───── Provided data ─────

"use client";
import { zodResolver } from "@hookform/resolvers/zod";
import { useMutation } from "@tanstack/react-query";
import { useRouter } from "next/navigation";
import { useState } from "react";
import { useForm } from "react-hook-form";
import { ChangedRanges } from "@/components/features/revisions/changed-ranges";
import { ImageUnderstood } from "@/components/features/revisions/image-understood";
import { RevisionFields } from "@/components/features/revisions/revision-fields";
import { DescriptionUploads, descriptionUploadIds } from "@/components/features/uploads/description-uploads";
import { UploadList } from "@/components/features/uploads/upload-list";
import { isOnItsWay, useUploads } from "@/components/features/uploads/use-uploads";
import { Button } from "@/components/ui/action/button";
import { RadioCards } from "@/components/ui/form/radio-cards";
import { Select } from "@/components/ui/form/select";
import { TextInput } from "@/components/ui/form/text-input";
import { Card } from "@/components/ui/layout/card";
import { Notice } from "@/components/ui/status/notice";
import { callApi } from "@/lib/client/api";
import {
  type CreateRevision,
  type ImagePreview,
  type RevisionFormValues,
  type RevisionText,
  revisionForm,
} from "@/lib/services/revisions/schema";

export interface NewRevisionFormProps {
  programmeId: string;
  parents: {
    id: string;
    number: number;
    title: string;
    stands: boolean;
    /** Files of its description; null: it has none. */
    descriptionFiles: string[] | null;
  }[];
}

type DescriptionFrom = "parent" | "files" | "none";

/** Image first, what was understood of it, then what the calibrator states; nothing joins the lineage before the last button. */
export function NewRevisionForm({ programmeId, parents }: NewRevisionFormProps) {
  const router = useRouter();
  const uploads = useUploads("image");
  const item = uploads.items.find((candidate) => candidate.uploadId !== null);
  const [parentId, setParentId] = useState(parents[0]?.id ?? "");
  const parent = parents.find(({ id }) => id === parentId);
  const descriptionFiles = useUploads("description");
  const [chosenFrom, setChosenFrom] = useState<DescriptionFrom | null>(null);
  const [mainId, setMainId] = useState<string | null>(null);
  const usualFrom = parent?.descriptionFiles ? "parent" : "files";
  const describedBy =
    chosenFrom === null || (chosenFrom === "parent" && usualFrom === "files") ? usualFrom : chosenFrom;
  const [baseAddress, setBaseAddress] = useState("");
  const isRaw = item !== undefined && /\.bin$/i.test(item.file.name);
  const form = useForm<RevisionFormValues, unknown, RevisionText>({
    resolver: zodResolver(revisionForm),
    defaultValues: { title: "", note: "", changeReason: "", intendedUse: "", touchesEmissionOrSafety: "" },
  });
  const preview = useMutation({
    mutationFn: (uploadId: string) =>
      callApi<ImagePreview>("/api/revisions/preview", {
        method: "POST",
        json: { uploadId, parentId: parentId === "" ? null : parentId, baseAddress },
      }),
  });
  const isUnderstood = preview.data !== undefined && !preview.isPending;

  const add = form.handleSubmit(async (text) => {
    if (!item) return;
    await uploads.attach(item, async (uploadId, idempotencyKey) => {
      const json: CreateRevision = {
        ...text,
        programmeId,
        uploadId,
        parentId: parentId === "" ? null : parentId,
        baseAddress,
        descriptionUploadIds:
          describedBy === "files" ? descriptionUploadIds(descriptionFiles.items, mainId) : [],
        sameDescription: describedBy === "parent",
      };
      const made = await callApi<{ revisionId: string; number: number }>("/api/revisions", {
        method: "POST",
        json,
        idempotencyKey,
      });
      router.push(`/revisions/${made.revisionId}`);
      return `R${made.number} is in the lineage as a draft.`;
    });
  });

  const isSending = descriptionFiles.items.some(isOnItsWay);
  const blocked = !isUnderstood
    ? "Drop an image and have it read first."
    : describedBy === "files" && isSending
      ? "The description is still on its way."
      : null;

  return (
    <form onSubmit={add} noValidate className="flex flex-col gap-6">
      <Card
        title="Image"
        description="Intel HEX, Motorola S-record or raw binary, up to 67 MB. The bytes are kept as they come."
      >
        <div className="flex flex-col gap-4">
          <Select
            label="Made from"
            hint="The parent in the lineage; differences are shown against it."
            value={parentId}
            onChange={(event) => {
              setParentId(event.target.value);
              preview.reset();
            }}
            emptyLabel="No parent: the first image of this programme"
            options={parents.map(({ id, number, title, stands }) => ({
              value: id,
              label: `R${number} ${title}${stands ? " (stands)" : ""}`,
            }))}
          />
          <UploadList
            uploads={uploads}
            purpose="image"
            title="Drop the image here"
            hint="One file."
            multiple={false}
            onAdded={() => preview.reset()}
          />
          {isRaw && (
            <TextInput
              mono
              label="Base address of the raw binary"
              hint="Where its first byte lies, e.g. 0x810000."
              value={baseAddress}
              onChange={(event) => {
                setBaseAddress(event.target.value);
                preview.reset();
              }}
            />
          )}
          {item?.uploadId && !isUnderstood && (
            <div>
              <Button
                look="filled"
                disabled={preview.isPending}
                onClick={() => preview.mutate(item.uploadId as string)}
              >
                {preview.isPending ? "Reading …" : "Read the image"}
              </Button>
            </div>
          )}
          {preview.error && (
            <Notice tone="problem" title="This image is refused" live>
              {preview.error.message}
            </Notice>
          )}
        </div>
      </Card>
      {preview.data && (
        <Card title="What was understood">
          <div className="flex flex-col gap-4">
            <ImageUnderstood {...preview.data} />
            {preview.data.difference && (
              <ChangedRanges
                difference={preview.data.difference}
                parentNumber={preview.data.difference.parentNumber}
              />
            )}
          </div>
        </Card>
      )}
      <Card
        title="Description"
        description="What tells where each map, curve and value lies. Without one a change is shown as bytes; it can be added later."
      >
        <div className="flex flex-col gap-4">
          <RadioCards
            name="description"
            legend="The image is read by"
            columns={3}
            value={describedBy}
            onChange={(event) => setChosenFrom(event.target.value as DescriptionFrom)}
            options={[
              {
                value: "parent",
                label: parent ? `The same description as R${parent.number}` : "The parent's description",
                description: parent?.descriptionFiles?.join(", "),
                blockedBecause: parent?.descriptionFiles ? null : "There is none to take over.",
              },
              { value: "files", label: "Files of its own" },
              { value: "none", label: "None yet" },
            ]}
          />
          {describedBy === "files" && (
            <DescriptionUploads uploads={descriptionFiles} mainId={mainId} onMain={setMainId} />
          )}
        </div>
      </Card>
      <Card title="What you state">
        <RevisionFields register={form.register} control={form.control} errors={form.formState.errors} />
      </Card>
      <div className="flex flex-wrap items-center gap-3">
        <Button type="submit" look="filled" blockedBecause={blocked} disabled={item?.phase === "attaching"}>
          Add as a draft
        </Button>
      </div>
    </form>
  );
}
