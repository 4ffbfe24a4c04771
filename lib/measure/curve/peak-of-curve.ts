import type { Peak, Series } from "@/lib/measure/types";
import { savitzkyGolay } from "@/lib/signal/savitzky-golay";
import { RPM_RADPS } from "@/lib/units/constants";

/** Half width of the parabola that a single run's peak is read from, 1/min: its noise must not become its peak. */
const HALF_WIDTH_RPM = 200;

/**
 * Highest power and torque of a curve. `smooth`: read from local parabolas (single runs, whose noise lifts a plain maximum);
 * the mean of a side is read as it is. Null when fewer than three points are there.
 */
export function peakOfCurve(
  rpm: readonly number[],
  engineNm: Series,
  smooth: boolean,
  uncertaintyKw: number | null,
): Peak | null {
  const torque = smooth ? smoothed(rpm, engineNm) : engineNm;
  let power: [number, number] | null = null;
  let twist: [number, number] | null = null;
  let points = 0;
  rpm.forEach((n, k) => {
    const nm = torque[k];
    if (nm === null) return;
    points++;
    const kw = (nm * n * RPM_RADPS) / 1000;
    if (!power || kw > power[0]) power = [kw, n];
    if (!twist || nm > twist[0]) twist = [nm, n];
  });
  if (points < 3 || !power || !twist) return null;
  return {
    engine_kw: power[0],
    engine_kw_rpm: power[1],
    engine_nm: twist[0],
    engine_nm_rpm: twist[1],
    uncertainty_kw: uncertaintyKw,
  };
}

function smoothed(rpm: readonly number[], values: Series): Series {
  const step = rpm.length > 1 ? rpm[1] - rpm[0] : HALF_WIDTH_RPM;
  const window = 2 * Math.round(HALF_WIDTH_RPM / step) + 1;
  const out: Series = values.slice();
  let start = 0;
  while (start < values.length) {
    let end = start;
    while (end < values.length && values[end] !== null) end++;
    if (window >= 5 && end - start >= window) {
      const filtered = savitzkyGolay(
        Float64Array.from(values.slice(start, end), (v) => v ?? 0),
        window,
        2,
      );
      for (let k = start; k < end; k++) out[k] = filtered[k - start];
    }
    start = end + 1;
  }
  return out;
}
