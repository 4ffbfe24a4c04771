import type { PullSpeed } from "@/lib/measure/speed/pull-speed";
import { splineAt } from "@/lib/signal/penalised-spline";
import { RPM_RADPS } from "@/lib/units/constants";

/** What turns motion into torque: masses in kg, gearing in rad of the crankshaft per metre of road. */
export interface Driveline {
  massKg: number;
  wheelMassKg: number;
  engineInertiaKgm2: number;
  meshEfficiency: number;
  gearingRadPerM: number;
}

/** A pull point by point. */
export interface PullPoints {
  t: Float64Array;
  speedMps: Float64Array;
  accelerationMps2: Float64Array;
  rpm: Float64Array;
  /** Force at the road, N: what accelerates the car and what resists it. */
  tractiveN: Float64Array;
  /** Tractive force plus what the wheels' own inertia takes, N. */
  wheelN: Float64Array;
  engineNm: Float64Array;
}

const STEP_S = 0.01;

/**
 * Torque along a pull: wheel force = (m + ΣJw/r²)·a + resistance; crank torque = wheel force / (gearing · η) + Je·gearing·a.
 * Engine speed = gearing · v · (1 + slip · force). Points lie 10 ms apart, from `fromS` to `toS`.
 */
export function pullPoints(
  pull: PullSpeed,
  fromS: number,
  toS: number,
  driveline: Driveline,
  slipPerN: number,
  resistanceN: (speedMps: number, t: number) => number,
): PullPoints {
  const count = Math.max(0, Math.floor((toS - fromS) / STEP_S) + 1);
  const make = () => new Float64Array(count);
  const out: PullPoints = {
    t: make(),
    speedMps: make(),
    accelerationMps2: make(),
    rpm: make(),
    tractiveN: make(),
    wheelN: make(),
    engineNm: make(),
  };
  const scratch = new Float64Array(4);
  const { basis, coefficients } = pull.fit;
  for (let i = 0; i < count; i++) {
    const t = fromS + i * STEP_S;
    const v = splineAt(basis, coefficients, t, 0, scratch);
    const a = splineAt(basis, coefficients, t, 1, scratch);
    const tractive = driveline.massKg * a + resistanceN(v, t);
    const wheel = tractive + driveline.wheelMassKg * a;
    const engineSideN =
      wheel + driveline.meshEfficiency * driveline.engineInertiaKgm2 * driveline.gearingRadPerM ** 2 * a;
    out.t[i] = t;
    out.speedMps[i] = v;
    out.accelerationMps2[i] = a;
    out.tractiveN[i] = tractive;
    out.wheelN[i] = wheel;
    out.engineNm[i] = engineSideN / (driveline.gearingRadPerM * driveline.meshEfficiency);
    out.rpm[i] = (driveline.gearingRadPerM * v * (1 + slipPerN * engineSideN)) / RPM_RADPS;
  }
  return out;
}

/** The points of a pull on a fixed engine-speed grid; null outside the pull and inside masked spans. */
export interface GridCurve {
  rpm: number[];
  timeS: (number | null)[];
  speedMps: (number | null)[];
  accelerationMps2: (number | null)[];
  tractiveKw: (number | null)[];
  wheelKw: (number | null)[];
  engineNm: (number | null)[];
}

/** Interpolates a pull onto multiples of `stepRpm`. Engine speed is made to rise; a point inside a mask is null. */
export function gridCurve(points: PullPoints, stepRpm: number, masked: (t: number) => boolean): GridCurve {
  const out: GridCurve = {
    rpm: [],
    timeS: [],
    speedMps: [],
    accelerationMps2: [],
    tractiveKw: [],
    wheelKw: [],
    engineNm: [],
  };
  const n = points.t.length;
  if (n < 2) return out;
  const low = Math.ceil(points.rpm[0] / stepRpm);
  const high = Math.floor(points.rpm.reduce((top, rpm) => Math.max(top, rpm), 0) / stepRpm);
  let i = 1;
  for (let k = low; k <= high; k++) {
    const rpm = k * stepRpm;
    while (i < n && points.rpm[i] < rpm) i++;
    if (i >= n) break;
    const u = Math.min(1, Math.max(0, (rpm - points.rpm[i - 1]) / (points.rpm[i] - points.rpm[i - 1] || 1)));
    const at = (series: Float64Array) => series[i - 1] + u * (series[i] - series[i - 1]);
    const hidden = masked(at(points.t));
    const value = (x: number) => (hidden ? null : x);
    out.rpm.push(rpm);
    out.timeS.push(value(at(points.t)));
    out.speedMps.push(value(at(points.speedMps)));
    out.accelerationMps2.push(value(at(points.accelerationMps2)));
    out.tractiveKw.push(value((at(points.tractiveN) * at(points.speedMps)) / 1000));
    out.wheelKw.push(value((at(points.wheelN) * at(points.speedMps)) / 1000));
    out.engineNm.push(value(at(points.engineNm)));
  }
  return out;
}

─────

Task requirements: Your answer must be every line from the listing above that holds the string "CreateRevision".

Task response:
  type CreateRevision,
      const json: CreateRevision = {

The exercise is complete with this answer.